Dado que o coração não está sob visão direta, é prudente que o processualista use vistas fluoroscópicas ortogonais ao selecionar um local de injeção. Além disso, a injeção de contraste iodado diluído antes e a liberação da terapêutica são de extrema valia na confirmação do contato miocárdico. O contato apropriado pode ser confirmado pela observação de um característico “blush miocárdico”, que pode ser um dos únicos marcadores de sucesso da injeção antes da coleta de tecido.

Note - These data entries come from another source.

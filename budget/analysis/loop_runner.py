"""Engine runs for the closed loop of tolerances, within a time plan.

The closed loop (:mod:`budget.analysis.closed_loop`) runs an engine many times on the circuit
with its knobs set to trial values (:func:`budget.errors.retune.with_knob_values`). One run of the
most accurate engine can take long (the exact engine on six qubits with the process metric takes
tens of seconds), so the runner keeps a deadline, and ``auto`` gives way to the next engine of its
order (exact → clifford → generators) when one run would not let about :data:`RUNS_PER_PATTERN`
evaluations fit into the planned time: by the engine's own estimate where it has one
(``estimate_seconds``), else by the time the first run took.
"""

from __future__ import annotations

import time

from budget.analysis.select import AUTO_ORDER, choose_engine
from budget.errors.noisy import NoisyCircuit
from budget.errors.retune import with_knob_values
from budget.problems import TooLargeError

RUNS_PER_PATTERN = 8
"""Evaluations a refinement typically needs; the pattern count is chosen so that
patterns × this × (time of one run) stays within ``max_seconds``."""


class TimedRunner:
    """Engine runs with a wall-time limit."""

    def __init__(self, circuit: NoisyCircuit, metric: str, engine, max_seconds: float) -> None:
        self.circuit, self.metric, self.engine = circuit, metric, engine
        self.limit = 2 * max_seconds
        self.deadline = time.monotonic() + self.limit
        self.start = time.monotonic()
        self.runs = 0
        self.last_warnings: tuple[str, ...] = ()

    def __call__(self, values: dict[tuple[str, str], float]) -> float:
        if time.monotonic() > self.deadline:
            raise TimeoutError
        self.runs += 1
        res = self.engine.run(with_knob_values(self.circuit, values), self.metric)
        self.last_warnings = tuple(res.warnings)
        return float(res.infidelity)


def quick_enough(first, circuit: NoisyCircuit, metric: str, seconds: float, notes: list[str]):
    """``first``, or the next engine of ``auto``'s order whose estimated run time (engines that
    estimate it) is within ``seconds``; the quickest estimate when none is."""
    estimate = getattr(first, "estimate_seconds", None)
    if estimate is None or estimate(circuit, metric) <= seconds or first.name not in AUTO_ORDER:
        return first
    best, best_time = first, estimate(circuit, metric)
    for name in AUTO_ORDER[AUTO_ORDER.index(first.name) + 1:]:
        try:
            other = choose_engine(circuit, metric, name, brief=True)
        except TooLargeError:
            continue
        guess = getattr(other, "estimate_seconds", lambda c, m: 0.0)(circuit, metric)
        if guess < best_time:
            best, best_time = other, guess
        if guess <= seconds:
            break
    if best is not first:
        notes.append(f"one {first.name} run would take about {estimate(circuit, metric):.2g} s, too slow for the "
                     f"loop; it used the {best.name} engine")
    return best


def faster(runner: TimedRunner, floor: float, circuit: NoisyCircuit, metric: str, zero: dict, max_seconds: float,
            notes: list[str]) -> tuple[TimedRunner, float]:
    """The next engine of ``auto``'s order that fits, when one run of the first takes too long for
    the loop (about :data:`RUNS_PER_PATTERN` runs must fit into ``max_seconds``)."""
    slow = time.monotonic() - runner.start
    later = AUTO_ORDER[AUTO_ORDER.index(runner.engine.name) + 1:] if runner.engine.name in AUTO_ORDER else ()
    for name in later:
        try:
            other = TimedRunner(circuit, metric, choose_engine(circuit, metric, name, brief=True), max_seconds)
        except TooLargeError:
            continue
        faster_floor = other(zero)
        notes.append(f"one {runner.engine.name} run takes {slow:.2g} s, too slow for the loop; it used the "
                     f"{name} engine")
        return other, faster_floor
    return runner, floor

Devido ao risco de perfuração da câmara, recomenda-se também que a espessura da parede miocárdica no local de injeção selecionado seja maior que 9 mm14,16.
Minibomba osmótica venosa jugular
A minibomba osmótica é um dispositivo popular comumente empregado em estudos com pequenos animais. Tem havido crescente interesse no uso desse dispositivo em modelos animais de grande porte 7,18,19, dada a sua vantagem única de administrar um agente terapêutico em uma taxa consistente durante um período de tempo determinado. Uma possível limitação desse método é a incapacidade de alterar ou interromper as taxas de infusão do medicamento sem substituir ou remover a bomba. Isso deve ser considerado antes de testar a terapia dessa maneira.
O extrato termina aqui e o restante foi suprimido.